§ **Task directions**
Search the material for the word "output" and copy every line in which it occurs.

Start of Material supplied

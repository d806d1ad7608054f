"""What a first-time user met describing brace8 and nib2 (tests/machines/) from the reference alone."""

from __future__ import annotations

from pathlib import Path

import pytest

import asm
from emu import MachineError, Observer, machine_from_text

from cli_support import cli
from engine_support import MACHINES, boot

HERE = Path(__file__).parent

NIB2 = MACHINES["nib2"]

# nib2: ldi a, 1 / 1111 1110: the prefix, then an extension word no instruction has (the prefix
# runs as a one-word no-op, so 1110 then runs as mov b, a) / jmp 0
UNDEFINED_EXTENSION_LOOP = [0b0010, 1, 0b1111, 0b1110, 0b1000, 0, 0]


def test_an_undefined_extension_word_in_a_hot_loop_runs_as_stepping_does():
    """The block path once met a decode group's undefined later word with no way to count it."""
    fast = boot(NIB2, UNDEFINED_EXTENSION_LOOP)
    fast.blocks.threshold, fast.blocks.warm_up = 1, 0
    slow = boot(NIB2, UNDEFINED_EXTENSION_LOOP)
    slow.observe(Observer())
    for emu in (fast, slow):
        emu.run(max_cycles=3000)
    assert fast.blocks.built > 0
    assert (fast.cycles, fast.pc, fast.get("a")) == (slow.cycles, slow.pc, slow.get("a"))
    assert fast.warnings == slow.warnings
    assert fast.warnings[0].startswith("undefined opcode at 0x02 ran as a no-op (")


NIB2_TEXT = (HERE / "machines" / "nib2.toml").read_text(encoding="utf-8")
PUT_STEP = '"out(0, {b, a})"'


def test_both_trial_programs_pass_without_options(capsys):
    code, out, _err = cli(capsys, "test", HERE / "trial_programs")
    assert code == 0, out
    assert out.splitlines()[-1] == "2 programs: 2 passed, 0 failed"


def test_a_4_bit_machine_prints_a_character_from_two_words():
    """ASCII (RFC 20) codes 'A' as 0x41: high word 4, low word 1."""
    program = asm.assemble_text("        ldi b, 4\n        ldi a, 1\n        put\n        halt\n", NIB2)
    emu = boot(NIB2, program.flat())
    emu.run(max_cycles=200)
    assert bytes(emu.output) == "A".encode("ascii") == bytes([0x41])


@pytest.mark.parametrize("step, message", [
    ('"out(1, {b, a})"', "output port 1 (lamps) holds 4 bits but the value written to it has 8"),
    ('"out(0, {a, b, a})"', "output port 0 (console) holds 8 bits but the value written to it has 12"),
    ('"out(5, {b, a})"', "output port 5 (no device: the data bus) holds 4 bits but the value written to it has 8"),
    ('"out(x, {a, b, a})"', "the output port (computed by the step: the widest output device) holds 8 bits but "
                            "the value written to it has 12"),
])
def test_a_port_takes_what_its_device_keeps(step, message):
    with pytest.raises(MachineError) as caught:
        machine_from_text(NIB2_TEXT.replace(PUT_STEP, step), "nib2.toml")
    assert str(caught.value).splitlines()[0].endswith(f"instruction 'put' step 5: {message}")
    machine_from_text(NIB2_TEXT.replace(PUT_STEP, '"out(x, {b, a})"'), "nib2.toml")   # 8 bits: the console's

End of Material supplied
Start of Material supplied

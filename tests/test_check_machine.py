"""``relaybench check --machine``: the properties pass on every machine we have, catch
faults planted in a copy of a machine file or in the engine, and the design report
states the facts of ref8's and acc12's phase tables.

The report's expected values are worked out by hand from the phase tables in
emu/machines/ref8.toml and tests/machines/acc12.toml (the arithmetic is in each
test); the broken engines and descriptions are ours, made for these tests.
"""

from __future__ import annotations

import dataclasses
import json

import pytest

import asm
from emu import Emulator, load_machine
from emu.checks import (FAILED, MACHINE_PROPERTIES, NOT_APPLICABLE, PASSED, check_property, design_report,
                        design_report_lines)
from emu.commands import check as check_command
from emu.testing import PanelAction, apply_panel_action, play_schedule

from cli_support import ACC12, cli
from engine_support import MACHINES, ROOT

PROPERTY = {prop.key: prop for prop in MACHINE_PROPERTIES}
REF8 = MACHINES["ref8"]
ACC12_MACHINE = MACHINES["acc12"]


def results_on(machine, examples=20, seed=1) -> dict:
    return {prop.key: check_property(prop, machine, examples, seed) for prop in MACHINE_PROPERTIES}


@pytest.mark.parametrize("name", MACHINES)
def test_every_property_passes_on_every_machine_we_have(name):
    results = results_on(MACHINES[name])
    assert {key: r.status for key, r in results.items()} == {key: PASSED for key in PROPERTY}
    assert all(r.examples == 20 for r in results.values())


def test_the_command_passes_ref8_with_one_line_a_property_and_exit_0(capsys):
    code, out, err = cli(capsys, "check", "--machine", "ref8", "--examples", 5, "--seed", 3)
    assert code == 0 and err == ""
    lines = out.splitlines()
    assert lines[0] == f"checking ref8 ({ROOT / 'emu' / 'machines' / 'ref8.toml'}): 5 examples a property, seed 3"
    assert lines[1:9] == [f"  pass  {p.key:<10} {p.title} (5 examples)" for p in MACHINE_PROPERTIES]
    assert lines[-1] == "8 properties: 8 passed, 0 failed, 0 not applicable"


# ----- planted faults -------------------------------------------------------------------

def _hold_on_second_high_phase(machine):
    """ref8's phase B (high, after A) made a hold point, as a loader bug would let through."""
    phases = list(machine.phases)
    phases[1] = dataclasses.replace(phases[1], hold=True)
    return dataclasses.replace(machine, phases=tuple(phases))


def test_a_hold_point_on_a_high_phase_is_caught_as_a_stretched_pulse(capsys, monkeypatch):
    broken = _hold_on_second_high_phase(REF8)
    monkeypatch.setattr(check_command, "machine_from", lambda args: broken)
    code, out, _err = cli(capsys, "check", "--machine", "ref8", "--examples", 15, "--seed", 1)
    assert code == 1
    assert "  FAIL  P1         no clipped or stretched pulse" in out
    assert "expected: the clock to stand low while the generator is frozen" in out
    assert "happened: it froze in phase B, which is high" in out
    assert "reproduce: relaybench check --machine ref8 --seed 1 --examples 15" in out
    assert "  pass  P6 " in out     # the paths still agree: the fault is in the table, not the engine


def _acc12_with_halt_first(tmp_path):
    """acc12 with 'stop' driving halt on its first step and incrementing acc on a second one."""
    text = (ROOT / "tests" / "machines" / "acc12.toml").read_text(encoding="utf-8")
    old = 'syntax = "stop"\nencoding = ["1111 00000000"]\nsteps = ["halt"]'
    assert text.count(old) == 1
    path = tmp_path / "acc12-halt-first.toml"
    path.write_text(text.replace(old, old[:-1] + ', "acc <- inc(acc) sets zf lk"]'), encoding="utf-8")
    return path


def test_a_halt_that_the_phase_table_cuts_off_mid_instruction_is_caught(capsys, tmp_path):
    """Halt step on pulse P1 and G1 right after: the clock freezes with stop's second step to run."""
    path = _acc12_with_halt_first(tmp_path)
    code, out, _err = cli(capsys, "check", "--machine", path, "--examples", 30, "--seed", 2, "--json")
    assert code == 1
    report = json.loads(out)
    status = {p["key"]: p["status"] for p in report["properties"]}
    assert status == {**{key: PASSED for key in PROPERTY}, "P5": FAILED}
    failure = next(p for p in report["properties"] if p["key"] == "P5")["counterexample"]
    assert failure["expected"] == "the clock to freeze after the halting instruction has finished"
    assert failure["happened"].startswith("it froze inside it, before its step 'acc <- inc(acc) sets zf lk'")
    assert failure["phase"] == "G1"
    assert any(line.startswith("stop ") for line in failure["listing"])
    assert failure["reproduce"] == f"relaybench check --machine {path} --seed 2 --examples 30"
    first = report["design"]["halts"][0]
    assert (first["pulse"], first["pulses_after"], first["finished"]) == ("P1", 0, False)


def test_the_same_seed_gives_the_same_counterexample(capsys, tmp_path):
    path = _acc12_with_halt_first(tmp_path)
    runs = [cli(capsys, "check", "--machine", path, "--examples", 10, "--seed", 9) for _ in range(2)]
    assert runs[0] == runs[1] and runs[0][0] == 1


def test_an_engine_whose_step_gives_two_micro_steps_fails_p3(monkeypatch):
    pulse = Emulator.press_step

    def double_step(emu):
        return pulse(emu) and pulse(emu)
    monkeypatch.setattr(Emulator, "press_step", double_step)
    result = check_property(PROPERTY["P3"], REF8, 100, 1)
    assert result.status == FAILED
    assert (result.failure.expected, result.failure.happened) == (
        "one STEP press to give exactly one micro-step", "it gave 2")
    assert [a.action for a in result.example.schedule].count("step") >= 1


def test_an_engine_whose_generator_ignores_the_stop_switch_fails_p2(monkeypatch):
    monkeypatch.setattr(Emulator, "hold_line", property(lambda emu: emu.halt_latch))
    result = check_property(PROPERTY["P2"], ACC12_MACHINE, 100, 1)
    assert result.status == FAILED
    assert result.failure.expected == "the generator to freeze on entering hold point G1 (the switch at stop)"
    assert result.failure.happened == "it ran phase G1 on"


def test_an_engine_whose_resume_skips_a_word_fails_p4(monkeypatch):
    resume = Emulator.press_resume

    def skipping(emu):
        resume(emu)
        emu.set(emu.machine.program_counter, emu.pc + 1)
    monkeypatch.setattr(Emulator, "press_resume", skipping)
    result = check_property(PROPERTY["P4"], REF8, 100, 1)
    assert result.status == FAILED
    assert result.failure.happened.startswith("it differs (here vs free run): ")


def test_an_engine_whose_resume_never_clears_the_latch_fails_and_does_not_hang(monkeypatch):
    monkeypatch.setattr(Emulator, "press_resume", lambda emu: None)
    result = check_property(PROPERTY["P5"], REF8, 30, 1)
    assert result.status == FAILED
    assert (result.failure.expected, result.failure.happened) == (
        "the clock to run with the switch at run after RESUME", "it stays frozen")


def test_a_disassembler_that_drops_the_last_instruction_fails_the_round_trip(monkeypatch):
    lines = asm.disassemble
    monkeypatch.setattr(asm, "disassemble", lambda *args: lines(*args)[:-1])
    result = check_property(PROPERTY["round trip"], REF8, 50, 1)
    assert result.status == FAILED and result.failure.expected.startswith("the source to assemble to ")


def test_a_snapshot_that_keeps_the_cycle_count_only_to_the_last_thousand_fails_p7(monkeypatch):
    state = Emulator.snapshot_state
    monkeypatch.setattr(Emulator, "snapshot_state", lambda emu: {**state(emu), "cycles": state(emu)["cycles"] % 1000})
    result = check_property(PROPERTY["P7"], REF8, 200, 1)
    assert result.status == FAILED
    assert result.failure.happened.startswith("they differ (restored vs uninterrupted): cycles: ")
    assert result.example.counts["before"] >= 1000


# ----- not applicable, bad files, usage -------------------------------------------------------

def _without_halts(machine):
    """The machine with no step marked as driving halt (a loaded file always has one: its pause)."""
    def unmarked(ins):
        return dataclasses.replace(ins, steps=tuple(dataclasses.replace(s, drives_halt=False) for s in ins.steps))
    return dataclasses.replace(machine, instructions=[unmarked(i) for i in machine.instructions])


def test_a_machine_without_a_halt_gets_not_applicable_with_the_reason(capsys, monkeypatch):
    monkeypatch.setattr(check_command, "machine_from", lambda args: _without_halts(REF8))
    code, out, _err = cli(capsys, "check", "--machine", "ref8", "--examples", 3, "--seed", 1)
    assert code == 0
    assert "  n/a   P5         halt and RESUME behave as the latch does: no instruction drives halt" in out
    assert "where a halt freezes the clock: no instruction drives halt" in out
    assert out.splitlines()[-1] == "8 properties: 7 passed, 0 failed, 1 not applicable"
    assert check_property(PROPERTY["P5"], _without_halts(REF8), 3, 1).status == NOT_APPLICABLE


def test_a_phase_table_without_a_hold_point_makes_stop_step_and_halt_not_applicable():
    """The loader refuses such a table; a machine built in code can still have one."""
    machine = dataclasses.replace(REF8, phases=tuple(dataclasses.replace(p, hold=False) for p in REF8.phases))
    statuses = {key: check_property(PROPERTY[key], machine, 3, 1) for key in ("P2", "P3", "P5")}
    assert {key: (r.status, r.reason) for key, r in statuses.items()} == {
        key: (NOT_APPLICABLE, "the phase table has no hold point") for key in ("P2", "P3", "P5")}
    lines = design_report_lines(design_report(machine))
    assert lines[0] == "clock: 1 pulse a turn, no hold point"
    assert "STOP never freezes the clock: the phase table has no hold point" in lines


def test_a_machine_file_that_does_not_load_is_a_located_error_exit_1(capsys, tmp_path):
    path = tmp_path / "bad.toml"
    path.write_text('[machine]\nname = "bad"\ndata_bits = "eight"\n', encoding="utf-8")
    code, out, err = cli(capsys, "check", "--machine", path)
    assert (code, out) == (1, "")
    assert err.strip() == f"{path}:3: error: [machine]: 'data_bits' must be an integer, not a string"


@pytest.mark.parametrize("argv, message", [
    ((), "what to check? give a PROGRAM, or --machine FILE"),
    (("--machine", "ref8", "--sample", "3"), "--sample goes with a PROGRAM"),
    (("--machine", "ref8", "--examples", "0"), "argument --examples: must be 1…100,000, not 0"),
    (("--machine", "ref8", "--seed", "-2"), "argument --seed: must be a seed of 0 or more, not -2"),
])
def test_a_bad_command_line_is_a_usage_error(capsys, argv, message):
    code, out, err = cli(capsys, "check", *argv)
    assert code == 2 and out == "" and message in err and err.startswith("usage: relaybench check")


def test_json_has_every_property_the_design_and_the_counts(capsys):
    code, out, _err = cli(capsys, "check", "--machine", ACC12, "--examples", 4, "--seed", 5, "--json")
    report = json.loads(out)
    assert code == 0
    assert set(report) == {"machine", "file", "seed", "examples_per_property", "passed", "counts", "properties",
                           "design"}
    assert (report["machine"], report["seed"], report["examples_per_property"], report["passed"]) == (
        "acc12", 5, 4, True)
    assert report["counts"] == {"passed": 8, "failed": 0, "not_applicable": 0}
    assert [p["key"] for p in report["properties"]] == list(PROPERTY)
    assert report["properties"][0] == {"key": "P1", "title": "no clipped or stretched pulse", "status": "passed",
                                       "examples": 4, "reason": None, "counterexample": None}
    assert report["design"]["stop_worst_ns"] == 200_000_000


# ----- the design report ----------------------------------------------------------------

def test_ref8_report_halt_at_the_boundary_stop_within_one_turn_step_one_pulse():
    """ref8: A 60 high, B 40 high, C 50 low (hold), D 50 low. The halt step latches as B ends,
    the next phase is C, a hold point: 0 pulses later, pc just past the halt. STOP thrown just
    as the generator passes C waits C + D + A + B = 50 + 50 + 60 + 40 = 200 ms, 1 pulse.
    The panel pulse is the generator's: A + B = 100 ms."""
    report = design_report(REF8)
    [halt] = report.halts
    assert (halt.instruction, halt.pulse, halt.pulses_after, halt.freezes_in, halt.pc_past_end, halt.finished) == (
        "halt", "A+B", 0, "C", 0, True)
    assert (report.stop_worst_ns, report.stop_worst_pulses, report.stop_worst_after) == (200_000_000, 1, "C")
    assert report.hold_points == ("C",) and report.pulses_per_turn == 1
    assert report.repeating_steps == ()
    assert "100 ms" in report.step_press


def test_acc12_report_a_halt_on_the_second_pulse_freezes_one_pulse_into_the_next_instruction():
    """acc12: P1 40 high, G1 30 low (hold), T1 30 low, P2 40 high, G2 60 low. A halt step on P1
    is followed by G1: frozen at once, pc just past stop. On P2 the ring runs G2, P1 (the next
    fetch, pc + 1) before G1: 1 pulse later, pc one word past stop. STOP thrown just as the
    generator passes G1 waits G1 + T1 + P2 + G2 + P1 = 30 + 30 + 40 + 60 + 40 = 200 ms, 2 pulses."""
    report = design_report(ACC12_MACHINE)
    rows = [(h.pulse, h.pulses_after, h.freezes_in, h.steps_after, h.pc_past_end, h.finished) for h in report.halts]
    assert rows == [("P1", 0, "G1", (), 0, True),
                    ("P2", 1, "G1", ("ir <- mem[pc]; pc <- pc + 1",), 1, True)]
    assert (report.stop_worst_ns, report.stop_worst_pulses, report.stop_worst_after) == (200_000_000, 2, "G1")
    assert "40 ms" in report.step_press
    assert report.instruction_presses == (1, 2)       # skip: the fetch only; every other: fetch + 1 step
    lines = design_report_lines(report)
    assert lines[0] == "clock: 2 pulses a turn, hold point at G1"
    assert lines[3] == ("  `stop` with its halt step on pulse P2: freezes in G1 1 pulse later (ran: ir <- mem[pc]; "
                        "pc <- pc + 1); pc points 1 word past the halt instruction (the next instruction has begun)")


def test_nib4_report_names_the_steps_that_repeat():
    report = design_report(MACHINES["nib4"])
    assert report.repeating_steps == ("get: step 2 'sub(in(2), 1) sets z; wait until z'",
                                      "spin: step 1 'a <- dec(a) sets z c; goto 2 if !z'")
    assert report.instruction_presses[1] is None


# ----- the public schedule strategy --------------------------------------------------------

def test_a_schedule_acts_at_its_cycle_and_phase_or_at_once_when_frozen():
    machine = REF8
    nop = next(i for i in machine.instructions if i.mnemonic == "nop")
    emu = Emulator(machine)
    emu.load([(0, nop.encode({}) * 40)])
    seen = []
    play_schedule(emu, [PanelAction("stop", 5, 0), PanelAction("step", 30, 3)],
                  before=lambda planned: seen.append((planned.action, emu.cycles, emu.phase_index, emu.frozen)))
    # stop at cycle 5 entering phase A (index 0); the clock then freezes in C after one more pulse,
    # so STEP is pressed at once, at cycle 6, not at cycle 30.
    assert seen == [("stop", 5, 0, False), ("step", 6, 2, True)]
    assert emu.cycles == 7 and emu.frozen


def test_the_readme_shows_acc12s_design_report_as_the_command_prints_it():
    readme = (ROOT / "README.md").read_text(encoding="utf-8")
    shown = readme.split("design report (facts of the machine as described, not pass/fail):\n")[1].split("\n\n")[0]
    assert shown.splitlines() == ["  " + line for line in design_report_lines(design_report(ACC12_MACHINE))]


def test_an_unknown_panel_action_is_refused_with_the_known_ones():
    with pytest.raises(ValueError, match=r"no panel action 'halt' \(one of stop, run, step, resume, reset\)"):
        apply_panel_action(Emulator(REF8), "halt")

End of Material supplied

§ **Finished task**
    assert bytes(emu.output) == "A".encode("ascii") == bytes([0x41])
    ('"out(1, {b, a})"', "output port 1 (lamps) holds 4 bits but the value written to it has 8"),
    ('"out(0, {a, b, a})"', "output port 0 (console) holds 8 bits but the value written to it has 12"),
    ('"out(5, {b, a})"', "output port 5 (no device: the data bus) holds 4 bits but the value written to it has 8"),
    ('"out(x, {a, b, a})"', "the output port (computed by the step: the widest output device) holds 8 bits but "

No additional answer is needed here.